From words like HARDWOOD or SIMPLEX we can see that features seem to be free text and managers can define them themselves. This could be interesting, because there could be some relation between interest_level and writing style (e.g. caps lock or non caps). Of course, we should also check whether there is any relation between specific features and interest levels. This might also be related to the price. Maybe if there is an apartment with a high price, but without doorman, nobody will be interested?

Out of curiosity, let's check if there are any street addresses in the data several times (i.e. either duplicate offers or offers from the same building).


In [11]:
from collections import Counter

most_common_addr = Counter(df['street_address'].values).most_common(10)
pd.DataFrame(most_common_addr, columns=['Address', 'Count'])


Out[11]:
Address Count
0 3333 Broadway 174
1 505 West 37th Street 167
2 200 Water Street 160
3 90 Washington Street 142
4 100 Maiden Lane 131
5 401 East 34th Street 129
6 2 Gold Street 120
7 1 West Street 119
8 100 John Street 115
9 95 Wall Street 106

Now this is interesting. There are not only about two or three offers for one building, more than 100 offers for the same building - several times! By checking Google Maps we can see that 3333 Broadway is a really huge building. So it seems legit, that there are 174 offers for this building. 505 West 37th Street and 200 Water Street are also high scyscrapers, so I think we can assume that these offers from the same buildings are no duplicates. It might be interesting to check if the offers inside one building correlate more to each other regarding interest level than more general methods like geo location with latitude and longitude. But we should not focus too much on this field, because I assume that it's only visible in the backend.

So let's see the same chart for the display address.


In [12]:
from collections import Counter

most_common_addr = Counter(df['display_address'].values).most_common(10)
pd.DataFrame(most_common_addr, columns=['Address', 'Count'])


Out[12]:
Address Count
0 Broadway 438
1 East 34th Street 355
2 Second Avenue 349
3 Wall Street 332
4 West 37th Street 287
5 West Street 258
6 First Avenue 244
7 Gold Street 241
8 Washington Street 237
9 York Avenue 228

We see more duplicates here, because it only gives us the street address.

Let's do one more simple thing and see how long the descriptions usually are.


In [13]:
df['description_length'] = df['description'].map(len)

sns.distplot(df['description_length']);


So, there is a large number of listings without a description and the rest has a nice distribution with the peak being at about 600 characters.
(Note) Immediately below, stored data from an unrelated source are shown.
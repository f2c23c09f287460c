/*
** io/csv_read.c -- a small CSV table read whole, row by row, with libcsv,
** keeping the line each row ends on for "file:line" messages.
**
** Input:   a file of at most 'max_bytes' bytes.
** Output:  the caller's row callback, once per row.
** Errors:  see csvread.h.
** Limits:  ST_CSV_MAX_COLUMNS cells a row, ST_CSV_MAX_CELL bytes a cell.
**
** The file is fed to libcsv one line at a time, so the line number is
** known when a row ends (a quoted cell may hold line breaks: the row is
** then reported at the line it ends on).
*/
#include <errno.h>
#include <stdio.h>
#include <string.h>

#include <csv.h>

#include "stocktake/csvread.h"

typedef struct reader {
    const char *path;
    st_diags *diags;
    st_csv_row_fn row;
    void *ud;
    long line;
    char *cells[ST_CSV_MAX_COLUMNS];
    size_t ncells;
    st_status rc;               /* first failure; later callbacks do nothing */
} reader;

static void drop_cells(reader *r)
{
    for (size_t i = 0; i < r->ncells; i++)
        st_free(r->cells[i]);
    r->ncells = 0;
}

static void on_cell(void *s, size_t len, void *ud)
{
    reader *r = ud;
    if (r->rc != ST_OK)
        return;
    st_loc loc = ST_LOC_LINE(r->path, r->line, 0, 0);
    if (r->ncells == ST_CSV_MAX_COLUMNS)
        r->rc = st_diags_add(r->diags, ST_SEV_ERROR, ST_ERR_LIMIT, &loc,
                             "more than %d columns", ST_CSV_MAX_COLUMNS);
    else if (len > ST_CSV_MAX_CELL)
        r->rc = st_diags_add(r->diags, ST_SEV_ERROR, ST_ERR_LIMIT, &loc,
                             "a cell longer than %d bytes", ST_CSV_MAX_CELL);
    else if (st_utf8_valid_prefix(s ? s : "", s ? len : 0) != (s ? len : 0))
        r->rc = st_diags_add(r->diags, ST_SEV_ERROR, ST_ERR_FORMAT, &loc, "not UTF-8 text");
    else if (!(r->cells[r->ncells] = st_strndup(s ? s : "", s ? len : 0)))
        r->rc = ST_ERR_NOMEM;
    else
        r->ncells++;
}

static void on_row(int c, void *ud)
{
    (void)c;
    reader *r = ud;
    if (r->rc == ST_OK)
        r->rc = r->row(r->ud, r->line, r->cells, r->ncells);
    drop_cells(r);
}

static st_status read_file(reader *r, size_t max_bytes, char **text, size_t *len)
{
    *text = NULL;
    st_loc loc = ST_LOC_FILE(r->path);
    FILE *fp = fopen(r->path, "rb");
    if (!fp)
        return st_diags_add(r->diags, ST_SEV_ERROR, ST_ERR_IO, &loc, "cannot open: %s",
                            strerror(errno));
    st_buf b;
    st_buf_init(&b, max_bytes);
    char chunk[65536];
    size_t n;
    st_status rc = ST_OK;
    while (rc == ST_OK && (n = fread(chunk, 1, sizeof chunk, fp)) > 0)
        rc = st_buf_append(&b, chunk, n);
    if (rc == ST_OK && ferror(fp))
        rc = st_diags_add(r->diags, ST_SEV_ERROR, ST_ERR_IO, &loc, "read error");
    else if (rc == ST_ERR_LIMIT)
        st_diags_add(r->diags, ST_SEV_ERROR, rc, &loc, "larger than %zu bytes", max_bytes);
    fclose(fp);
    if (rc != ST_OK) {
        st_buf_free(&b);
        return rc;
    }
    *len = b.len;
    *text = st_buf_take(&b);
    return *text ? ST_OK : ST_ERR_NOMEM;
}

st_status st_csv_read(const char *path, size_t max_bytes, st_csv_row_fn row, void *ud,
                      st_diags *diags)
{
    reader r;
    memset(&r, 0, sizeof r);
    r.path = path;
    r.diags = diags;
    r.row = row;
    r.ud = ud;
    char *text = NULL;
    size_t len = 0;
    st_status rc = read_file(&r, max_bytes, &text, &len);
    if (rc != ST_OK)
        return rc;
    struct csv_parser p;
    if (csv_init(&p, CSV_STRICT | CSV_STRICT_FINI) != 0) {
        st_free(text);
        return ST_ERR_NOMEM;
    }
    csv_set_realloc_func(&p, st_realloc);
    csv_set_free_func(&p, st_free);
    size_t at = len >= 3 && !memcmp(text, "\xEF\xBB\xBF", 3) ? 3 : 0;
    while (at < len && r.rc == ST_OK) {
        const char *nl = memchr(text + at, '\n', len - at);
        size_t n = nl ? (size_t)(nl - (text + at)) + 1 : len - at;
        r.line++;
        if (csv_parse(&p, text + at, n, on_cell, on_row, &r) != n && r.rc == ST_OK) {
            int e = csv_error(&p);
            st_loc loc = ST_LOC_LINE(path, r.line, 0, 0);
            r.rc = e == CSV_ENOMEM ? ST_ERR_NOMEM
                 : st_diags_add(diags, ST_SEV_ERROR, ST_ERR_FORMAT, &loc, "bad CSV: %s",
                                csv_strerror(e));
        }
        at += n;
    }
    if (r.rc == ST_OK && csv_fini(&p, on_cell, on_row, &r) != 0 && r.rc == ST_OK) {
        st_loc loc = ST_LOC_LINE(path, r.line, 0, 0);
        r.rc = st_diags_add(diags, ST_SEV_ERROR, ST_ERR_FORMAT, &loc,
                            "bad CSV: a quoted cell is not closed");
    }
    drop_cells(&r);
    csv_free(&p);
    st_free(text);
    return r.rc;
}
The average word length in English seems to be 5.1 characters and the average sentence length in words about 14, resulting in an average sentence length of 71.4 characters. So, an offer would have around eight sentences.

Finally, we should also check our target variable. So what is the distribution of the interest levels?


In [14]:
sns.countplot(df['interest_level']);


There are relatively few listings with a high interest rate and many with a low interest rate, so an always low model would perform the best out of all three always models. However, this competition does not take a binary decision input, but rather the probabilities of each of the three interest levels (which probably can be mapped onto a numeric value of number of inquiries relatively easy).

Further investigations

  • Is the most expensive apartment for 4 million per month an data entry error or real?
  • Why are there so many apartments with 0 bedrooms? These are so many, it cannot be a data entry error.
  • What about the 0 bathrooms? It's not too much data, but I assume these could be very old apartments, which might all have a low interest level.
  • Check from which years/months the test data is.